A further press release will be issued at the time when, among other things, the following occur:

(i) a Chief Financial Officer has been selected for the Corporation;

(ii) an engineering firm has completed an evaluation of the oil and gas interests and work program relating to the Warnes Field;

(iii) further details relating to the Qualifying Transaction have been determined;

(iv) further details relating to the private placement have been determined;

(v) Cold Creek is required by applicable law to disclose information that has occurred subsequent to this press release;

(vi) financial statements of Gaucho or CEE have been received; or

(vii) a sponsor has been engaged by the Corporation.

Completion of the transaction is subject to a number of conditions, including but not limited to, Exchange acceptance and if applicable pursuant to Exchange Requirements, majority of the minority shareholder approval. Where applicable, the transaction cannot close until the required shareholder approval is obtained. There can be no assurance that the transaction will be completed as proposed or at all.

Investors are cautioned that, except as disclosed in the management information circular or filing statement to be prepared in connection with the transaction, any information released or received with respect to the transaction may not be accurate or complete and should not be relied upon.
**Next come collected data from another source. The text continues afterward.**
//! The library loader checks the optional electrical data of characterised
//! libraries (docs/device-data.md) and still loads libraries without it.

use ribbonmap::device::library_write::library_text;
use ribbonmap::device::{characterize, read_kit};
use ribbonmap::library::Library;
use serde_json::Value;
use std::path::Path;

fn characterised() -> Value {
    let kit = Path::new(env!("CARGO_MANIFEST_DIR")).join("libraries/devices/demo/demo.json");
    let ch = characterize(read_kit(&kit).unwrap()).unwrap();
    serde_json::from_str(&library_text(&ch, Path::new("."))).unwrap()
}

fn load(value: &Value) -> Result<Library, String> {
    Library::from_json_str(&serde_json::to_string_pretty(value).unwrap(), "lib.json")
        .map_err(|e| e.to_string())
}

#[test]
fn characterised_and_plain_libraries_load() {
    let value = characterised();
    load(&value).unwrap();
    // Without the electrical blocks and the derived_from record it is an
    // ordinary library and loads as before.
    let mut plain = value.clone();
    plain.as_object_mut().unwrap().remove("derived_from");
    for cell in plain["cells"].as_array_mut().unwrap() {
        cell.as_object_mut().unwrap().remove("electrical");
    }
    load(&plain).unwrap();
}

#[test]
fn bad_electrical_blocks_are_named() {
    let value = characterised();
    let mut v = value.clone();
    v["cells"][0]["electrical"]["vol_v"] = Value::from(0.5);
    let e = load(&v).unwrap_err();
    assert!(e.contains("electrical") && e.contains("vol_v"), "{e}");

    let mut v = value.clone();
    v["cells"][3]["electrical"]["row_output_v"] = Value::from(vec![0.1, 0.1]);
    let e = load(&v).unwrap_err();
    assert!(e.contains("row_output_v has 2 values"), "{e}");

    let mut v = value.clone();
    v["cells"][3]["electrical"]["colour"] = Value::from("red");
    let e = load(&v).unwrap_err();
    assert!(e.contains("colour"), "{e}");

    let mut v = value.clone();
    v["cells"][3]["electrical"]["pull_up"]["sha256"] = Value::from("abc");
    let e = load(&v).unwrap_err();
    assert!(e.contains("64 hex digits"), "{e}");

    let mut v = value;
    v["derived_from"]["kit"] = Value::from(3);
    let e = load(&v).unwrap_err();
    assert!(e.contains("derived_from"), "{e}");
}

/// A sound block for a two-input cell with the levels of the example in
/// docs/device-data.md (supply 0.2 V), the margins computed here from their
/// definitions (NML = VIL − VOL, NMH = VOH − VIH, same document).
fn sound_block() -> ribbonmap::library::electrical::Electrical {
    use ribbonmap::library::electrical::{CurveRecord, Electrical, TableRecord};
    let (vol, voh, vil, vih) = (0.00206, 0.19802, 0.0776, 0.1247);
    Electrical {
        vol_v: vol,
        voh_v: voh,
        vil_v: vil,
        vih_v: vih,
        vm_v: 0.1,
        nml_v: vil - vol,
        nmh_v: voh - vih,
        restoring: true,
        pull_up_on_off: 98.0,
        pull_down_on_off: 96.0,
        row_output_v: vec![0.198, 0.198, 0.198, 0.00206],
        row_static_current_na: vec![38.36, 32.01, 32.01, 38.34],
        output_capacitance_af: 40.0,
        gate_capacitance_af: 30.0,
        curves: vec![CurveRecord {
            input: "a".into(),
            row: 2,
            vil_v: 0.078,
            vih_v: 0.124,
            vm_v: 0.1,
            max_gain: 5.1,
        }],
        pull_up: TableRecord {
            file: "tables/nand2_up.csv".into(),
            sha256: "0123456789abcdef".repeat(4),
        },
        pull_down: TableRecord {
            file: "tables/nand2_down.csv".into(),
            sha256: "FEDCBA9876543210".repeat(4),
        },
    }
}

#[test]
fn each_documented_electrical_rule_is_enforced_at_its_boundary() {
    // The rules docs/device-data.md lists for the electrical block: voltages
    // within 0 V and the supply, VOL below VOH, VIL not above VIH, margins
    // equal to their definitions, positive on/off ratios, one row value per
    // input row, curve inputs that are pins, 64-digit SHA-256 digests; plus
    // capacitances and row values of zero or more. Each edit below breaks
    // exactly one rule (or sits exactly on its boundary) and the problems
    // must name it (or be empty).
    use ribbonmap::library::electrical::{check_electrical, Electrical};
    let pins = vec!["a".to_string(), "b".to_string()];
    let supply = Some(0.2);
    let check = |edit: &dyn Fn(&mut Electrical)| {
        let mut e = sound_block();
        edit(&mut e);
        check_electrical(&e, &pins, supply)
    };
    let rejected = |edit: &dyn Fn(&mut Electrical), words: &str| {
        let problems = check(edit);
        assert!(
            problems.len() == 1 && problems[0].contains(words),
            "expected one problem with '{words}', got {problems:?}"
        );
    };
    let accepted = |edit: &dyn Fn(&mut Electrical)| {
        let problems = check(edit);
        assert!(problems.is_empty(), "{problems:?}");
    };
    accepted(&|_| {});
    // Voltages: 0 V and the supply itself are inside; below 0 V or above the
    // supply are not; with no supply given only the lower bound holds.
    accepted(&|e| e.vm_v = 0.0);
    accepted(&|e| e.vm_v = 0.2);
    rejected(&|e| e.vm_v = -0.001, "vm_v -0.001 V lies outside");
    rejected(&|e| e.vm_v = 0.201, "vm_v 0.201 V lies outside");
    rejected(&|e| e.vm_v = f64::NAN, "vm_v NaN V lies outside");
    assert!(check_electrical(
        &Electrical {
            vm_v: 7.0,
            ..sound_block()
        },
        &pins,
        None
    )
    .is_empty());
    // VOL strictly below VOH (equal levels leave no logic swing).
    let mut equal = sound_block();
    equal.voh_v = equal.vol_v;
    equal.nmh_v = equal.voh_v - equal.vih_v;
    let problems = check_electrical(&equal, &pins, supply);
    assert!(
        problems.iter().any(|p| p.contains("is not below voh_v")),
        "{problems:?}"
    );
    // VIL not above VIH: equal is allowed (a non-restoring cell has VIL =
    // VIH = VM, docs/device-data.md), above is not.
    accepted(&|e| {
        e.vih_v = e.vil_v;
        e.nmh_v = e.voh_v - e.vih_v;
    });
    let problems = check(&|e| {
        e.vih_v = e.vil_v - 0.01;
        e.nmh_v = e.voh_v - e.vih_v;
    });
    assert!(
        problems.len() == 1 && problems[0].contains("is above vih_v"),
        "{problems:?}"
    );
    // Margins must equal their definitions, each on its own.
    rejected(&|e| e.nml_v += 0.001, "nml_v and nmh_v must equal");
    rejected(&|e| e.nmh_v -= 0.001, "nml_v and nmh_v must equal");
    // On/off ratios must be positive.
    rejected(
        &|e| e.pull_up_on_off = 0.0,
        "pull_up_on_off 0 must be a positive ratio",
    );
    rejected(
        &|e| e.pull_down_on_off = -2.0,
        "pull_down_on_off -2 must be a positive",
    );
    rejected(
        &|e| e.pull_up_on_off = f64::INFINITY,
        "pull_up_on_off inf must be",
    );
    // Two inputs have four rows; values are zero or more.
    rejected(
        &|e| e.row_output_v.push(0.1),
        "row_output_v has 5 values: a cell of 2 inputs has 4 rows",
    );
    rejected(
        &|e| {
            e.row_static_current_na.pop();
        },
        "row_static_current_na has 3 values",
    );
    accepted(&|e| e.row_static_current_na[0] = 0.0);
    rejected(
        &|e| e.row_static_current_na[2] = -1.0,
        "row_static_current_na holds a negative",
    );
    rejected(
        &|e| e.row_output_v[1] = f64::NAN,
        "row_output_v holds a negative or non-finite",
    );
    // Capacitances are zero or more.
    accepted(&|e| e.output_capacitance_af = 0.0);
    rejected(
        &|e| e.output_capacitance_af = -1.0,
        "output_capacitance_af -1 must be zero or more",
    );
    rejected(
        &|e| e.gate_capacitance_af = -0.5,
        "gate_capacitance_af -0.5 must be zero or more",
    );
    // Curves: the swept input is a pin, the row one of the four.
    accepted(&|e| e.curves[0].row = 3);
    rejected(
        &|e| e.curves[0].row = 4,
        "curve row 4 is not a row of the cell",
    );
    rejected(
        &|e| e.curves[0].input = "c".into(),
        "curve input 'c' is not a pin",
    );
    // Digests: exactly 64 hex digits; files named.
    rejected(
        &|e| {
            e.pull_up.sha256.pop();
        },
        "pull_up.sha256 must be 64 hex digits",
    );
    rejected(
        &|e| e.pull_down.sha256.push('0'),
        "pull_down.sha256 must be 64 hex digits",
    );
    rejected(
        &|e| e.pull_down.sha256.replace_range(0..1, "g"),
        "pull_down.sha256 must be 64",
    );
    rejected(&|e| e.pull_up.file.clear(), "pull_up.file is empty");
}

#[test]
fn read_electrical_returns_the_blocks_as_serde_json_reads_them() {
    // Each cell's block and the derived_from record, compared field by field
    // with the same text read by serde_json alone.
    use ribbonmap::library::electrical::read_electrical;
    let value = characterised();
    let text = serde_json::to_string_pretty(&value).unwrap();
    let data = read_electrical(&text);
    let cells = value["cells"].as_array().unwrap();
    let with_block: Vec<&Value> = cells
        .iter()
        .filter(|c| c.get("electrical").is_some())
        .collect();
    assert!(!with_block.is_empty());
    assert_eq!(data.cells.len(), with_block.len());
    for (c, (name, e)) in with_block.iter().zip(&data.cells) {
        assert_eq!(c["name"].as_str().unwrap(), name);
        let j = &c["electrical"];
        assert_eq!(data.cell(name), Some(e));
        assert_eq!(e.vol_v, j["vol_v"].as_f64().unwrap(), "{name}");
        assert_eq!(e.vih_v, j["vih_v"].as_f64().unwrap(), "{name}");
        assert_eq!(e.restoring, j["restoring"].as_bool().unwrap(), "{name}");
        let rows: Vec<f64> = j["row_output_v"]
            .as_array()
            .unwrap()
            .iter()
            .map(|v| v.as_f64().unwrap())
            .collect();
        assert_eq!(e.row_output_v, rows, "{name}");
        assert_eq!(e.pull_up.sha256, j["pull_up"]["sha256"].as_str().unwrap());
    }
    let d = data.derived_from.as_ref().expect("derived_from");
    assert_eq!(d.kit, value["derived_from"]["kit"].as_str().unwrap());
    assert_eq!(
        d.unit_load_af,
        value["derived_from"]["unit_load_af"].as_f64().unwrap()
    );
    assert!(data.cell("no-such-cell").is_none());
    // Text that is not JSON gives empty data.
    assert_eq!(read_electrical("{ not json"), Default::default());
}
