//! Sound library files load with their defaults, alternative spellings
//! (`truth` instead of `function`, per-row leakage) and exact values.

use ribbonmap::library::{Leakage, Library};

const MINIMAL: &str = r#"{
  "format": "ribbonmap-library/1",
  "name": "tiny",
  "units": {"area": "um2", "delay": "ns", "energy": "fJ", "power": "uW"},
  "cells": [
    {"name": "nand2", "inputs": ["a", "b"], "output": "y", "function": "~(a & b)",
     "area": 4, "delay": {"intrinsic": 2, "per_load": 1}},
    {"name": "mux", "inputs": ["s", "t", "e"], "output": "y", "truth": "0b11100100",
     "area": 8, "delay": {"intrinsic": 3, "per_load": 1}, "leakage": [1, 2, 3, 4, 5, 6, 7, 8],
     "switch_energy": 0.5, "devices": 12, "input_load": 2}
  ]
}"#;

#[test]
fn defaults_and_alternative_spellings() {
    let lib = Library::from_json_str(MINIMAL, "tiny.json").unwrap();
    assert_eq!(lib.primary_output_load, 1.0);
    assert_eq!(lib.supply_v, None);
    assert!(lib.storage.is_empty());
    let nand2 = lib.cell("nand2").unwrap();
    assert_eq!(nand2.truth, 0x7);
    assert_eq!(nand2.input_load, 1.0);
    assert_eq!(nand2.switch_energy, 0.0);
    assert_eq!(nand2.leakage, Leakage::Constant(0.0));
    assert_eq!(nand2.devices, 0);
    // mux: s ? e : t with s = input 0, t = input 1, e = input 2; written out
    // row by row (rows 7..0) it is 1110 0100.
    let mux = lib.cell("mux").unwrap();
    let expected = (0..8u64).fold(0u64, |acc, r| {
        let (s, t, e) = (r & 1, (r >> 1) & 1, (r >> 2) & 1);
        acc | ((if s == 1 { e } else { t }) << r)
    });
    assert_eq!(mux.truth, expected);
    assert_eq!(mux.mean_leakage(), 4.5);
    assert_eq!(mux.devices, 12);
    assert_eq!(mux.delay_for_load(3.0), 6.0);
}

#[test]
fn a_nand_alone_is_complete_and_monotone_sets_are_not() {
    // NAND alone is functionally complete (Sheffer 1913; common practice).
    let only_nand = MINIMAL.replace(
        r#",
    {"name": "mux", "inputs": ["s", "t", "e"], "output": "y", "truth": "0b11100100",
     "area": 8, "delay": {"intrinsic": 3, "per_load": 1}, "leakage": [1, 2, 3, 4, 5, 6, 7, 8],
     "switch_energy": 0.5, "devices": 12, "input_load": 2}"#,
        "",
    );
    assert!(Library::from_json_str(&only_nand, "x.json").is_ok());
    let and_only = only_nand.replace("~(a & b)", "a & b");
    let err = Library::from_json_str(&and_only, "x.json").unwrap_err();
    assert!(err.to_string().contains("cannot build NOT"), "{err}");
}

#[test]
fn round_trip_of_every_builtin_text() {
    for name in Library::builtin_names() {
        let text = ribbonmap::library::builtin_text(name).unwrap();
        let a = Library::from_json_str(text, "a").unwrap();
        assert_eq!(Some(a.clone()), Library::builtin(name));
        // Each cell's NPN class is consistent with its function.
        for c in &a.cells {
            let (canon, t) = c.npn();
            assert_eq!(t.apply(c.truth, c.arity()), canon);
        }
    }
}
Trading in the securities of a capital pool company should be considered highly speculative.

The TSX Venture Exchange has in no way passed upon the merits of the proposed transaction and has neither approved nor disapproved the contents of this press release.

Certain statements in this material may be "forward-looking statements" including outlook on oil and gas prices, estimates of future production, estimated completion dates of acquisitions and construction and development projects, business plans for drilling and exploration, estimated amount and timing of capital expenditures and anticipated future debt levels and royalty rates. Information concerning reserves contained in this material may also be deemed forward-looking statements as such estimates involve the implied assessment that the resources described can be profitably produced in the future. These statements are based on current expectations, estimates and projections that involve a number of risks and uncertainties, which could cause actual results to differ from those anticipated by the Corporation.

The term barrels of oil equivalent ("boe") may be misleading, particularly if used in isolation. A boe conversion ratio of six thousand cubic feet per barrel (6mcf/bbl) of natural gas to barrels of oil equivalence is based on an energy equivalency conversion method primarily applicable at the burner tip and does not represent a value equivalency at the wellhead. All boe conversions in the report are derived from converting gas to oil in the ratio mix of six thousand cubic feet of gas to one barrel of oil.

The TSX Venture Exchange does not accept responsibility for the adequacy or accuracy of this release.